Twitter by w pojemności wystarczył ale już padam...
Werdykt
10 za ciągiem pieszo-rowerowym
5 za przejezdnością ze spowalniaczami.

Przepraszam za ciszę ostatnio ale... praca + ... a czasu brakuje. Doba nie starcza.
Jutro mam nadzieję, że napiszę więcej

Komentarze

  1. Dodam jeszcze ,że tych 5 ławników było za super spowalniaczami.
    Teraz możemy trochę odpocząć , ale czekają nas inne bardzo ważne sprawy i będziemy robili wszystko żeby na naszym Umultowie dobrze się działo.
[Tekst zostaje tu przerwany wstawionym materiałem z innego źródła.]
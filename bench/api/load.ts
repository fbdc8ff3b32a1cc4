import { execFile } from "node:child_process"
import { writeFileSync } from "node:fs"
import path from "node:path"
import { promisify } from "node:util"

const run = promisify(execFile)

export interface Target {
  readonly url: string
  readonly body: object
  readonly secrets: readonly string[]
}

export interface Load {
  readonly requests_per_s: number
  readonly requests: number
  readonly p50_ms: number
  readonly p99_ms: number
  readonly failed: number
}

/** Load from wrk (Debian's package) on 20 connections of loopback for some seconds, a key after the other. */
export async function load(
  target: Target,
  { seconds, dir }: { seconds: number; dir: string },
): Promise<Load> {
  const { host } = new URL(target.url)
  if (!/^127\.0\.0\.1:/.test(host)) throw new Error(`A load goes to this machine only, not to ${host}`)
  const script = path.join(dir, "load.lua")
  writeFileSync(script, lua(target))
  // The first compilation of a route may take longer than wrk's own 2 s.
  const options = ["-t1", "-c20", `-d${seconds}s`, "--timeout", "10s", "--latency", "-s", script]
  const { stdout } = await run("wrk", [...options, target.url])
  const number = (pattern: RegExp) => Number(pattern.exec(stdout)?.[1] ?? Number.NaN)
  return {
    requests_per_s: number(/^requests_per_s=([\d.]+)/m),
    requests: number(/^requests=(\d+)/m),
    p50_ms: number(/^p50_ms=([\d.]+)/m),
    p99_ms: number(/^p99_ms=([\d.]+)/m),
    failed: number(/^failed=(\d+)/m),
  }
}

function lua({ url, body, secrets }: Target): string {
  const { pathname } = new URL(url)
  return `
local secrets = { ${secrets.map((secret) => JSON.stringify(secret)).join(", ")} }
local requests = {}
local body = [==[${JSON.stringify(body)}]==]
local next_request = 0
init = function()
  wrk.method = "POST"
  wrk.headers["Content-Type"] = "application/json"
  for i, secret in ipairs(secrets) do
    wrk.headers["Authorization"] = "Bearer " .. secret
    requests[i] = wrk.format(nil, ${JSON.stringify(pathname)}, nil, body)
  end
end
request = function()
  next_request = next_request % #requests + 1
  return requests[next_request]
end
done = function(summary, latency)
  io.write(string.format("requests_per_s=%f\\n", summary.requests / summary.duration * 1e6))
  io.write(string.format("requests=%d\\n", summary.requests))
  io.write(string.format("p50_ms=%f\\n", latency:percentile(50) / 1000))
  io.write(string.format("p99_ms=%f\\n", latency:percentile(99) / 1000))
  io.write(string.format("failed=%d\\n", summary.errors.status + summary.errors.connect + summary.errors.read + summary.errors.timeout))
end
`
}
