import { createServer } from "node:http"
import { z } from "zod"
import { commitUsage } from "@/lib/usage"

/**
 * The least that a metered call could cost on this machine: Node's HTTP server, a schema, a key in memory, the same
 * group commit, as many bytes as a real answer. `KEYS` holds `SECRET ACCOUNT_ID KEY_ID` lines.
 */
const keys = new Map(
  (process.env.KEYS ?? "").split("\n").map((line) => {
    const [secret = "", account_id = "", key_id = ""] = line.split(" ")
    return [`Bearer ${secret}`, { account_id, key_id }]
  }),
)
const schema = z.strictObject({ ph: z.number().min(4).max(9.5), kh_dkh: z.number().min(0.1).max(30) })
const answer = Buffer.from(JSON.stringify({ filler: "x".repeat(Number(process.env.ANSWER_BYTES) - 13) }))

const server = createServer(async (incoming, outgoing) => {
  const key = keys.get(incoming.headers.authorization ?? "")
  const chunks: Buffer[] = []
  for await (const chunk of incoming) chunks.push(chunk as Buffer)
  const input = schema.safeParse(JSON.parse(Buffer.concat(chunks).toString()))
  if (!key || !input.success) {
    outgoing.writeHead(400).end()
    return
  }
  await commitUsage({ ...key, mode: "live", operation: "ceiling", calls: 1, units: 1, request_id: "ceiling" })
  outgoing.writeHead(200, { "content-type": "application/json", "content-length": answer.byteLength })
  outgoing.end(answer)
})
server.listen(0, "127.0.0.1", () => {
  const address = server.address()
  console.log(`ready http://127.0.0.1:${typeof address === "object" && address ? address.port : 0}`)
})
process.once("SIGTERM", () => process.exit(0))
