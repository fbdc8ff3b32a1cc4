import { type ChildProcess, execFileSync, spawn } from "node:child_process"
import path from "node:path"

const root = path.resolve(import.meta.dirname, "../..")
const next = path.join(root, "node_modules/next/dist/bin/next")
const bareApp = path.join(import.meta.dirname, "bare-app")

export interface Started {
  readonly url: string
  stop(): Promise<void>
}

/** Starts a process of Node.js in the project and waits for the loopback address that it prints. */
export function start(args: readonly string[], settings: Record<string, string>): Promise<Started> {
  const child = spawn(process.execPath, args, {
    cwd: root,
    env: { ...process.env, ...settings },
    stdio: ["ignore", "pipe", "inherit"],
  })
  return new Promise((resolve, reject) => {
    let printed = ""
    child.stdout.on("data", (chunk) => {
      printed += chunk
      const port = /http:\/\/(?:127\.0\.0\.1|localhost):(\d+)/.exec(printed)?.[1]
      if (port) resolve({ url: `http://127.0.0.1:${port}`, stop: () => stop(child) })
    })
    child.once("exit", (code) => reject(new Error(`${args.join(" ")} ended with ${code}\n${printed}`)))
  })
}

/** Builds and starts a Next.js application of one route that does nothing. */
export function startBareApp(settings: Record<string, string>): Promise<Started> {
  execFileSync(process.execPath, [next, "build", bareApp], {
    stdio: "ignore",
    env: { ...process.env, NEXT_TELEMETRY_DISABLED: "1" },
  })
  return start([next, "start", bareApp, "-H", "127.0.0.1", "-p", "0"], settings)
}

async function stop(child: ChildProcess): Promise<void> {
  if (child.exitCode !== null) return
  const ended = new Promise((resolve) => child.once("exit", resolve))
  child.kill("SIGTERM")
  await ended
}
Nie wszystkim się dogodzi -to fakt i nie wszystko jest łatwe do rozwiązania. Walczyć jednak trzeba dalej o sprawy ważne dla mieszkańców. Piszcie na blogu co was boli. Warto walczyć o swoje.

    OdpowiedzUsuń
  2. " 5 ławników było za super spowalniaczami" - :-) ? a co to są super spowalniacze :D ? strzelają w kierowce gumowymi kulami jak ktoś za szybko jedzie ?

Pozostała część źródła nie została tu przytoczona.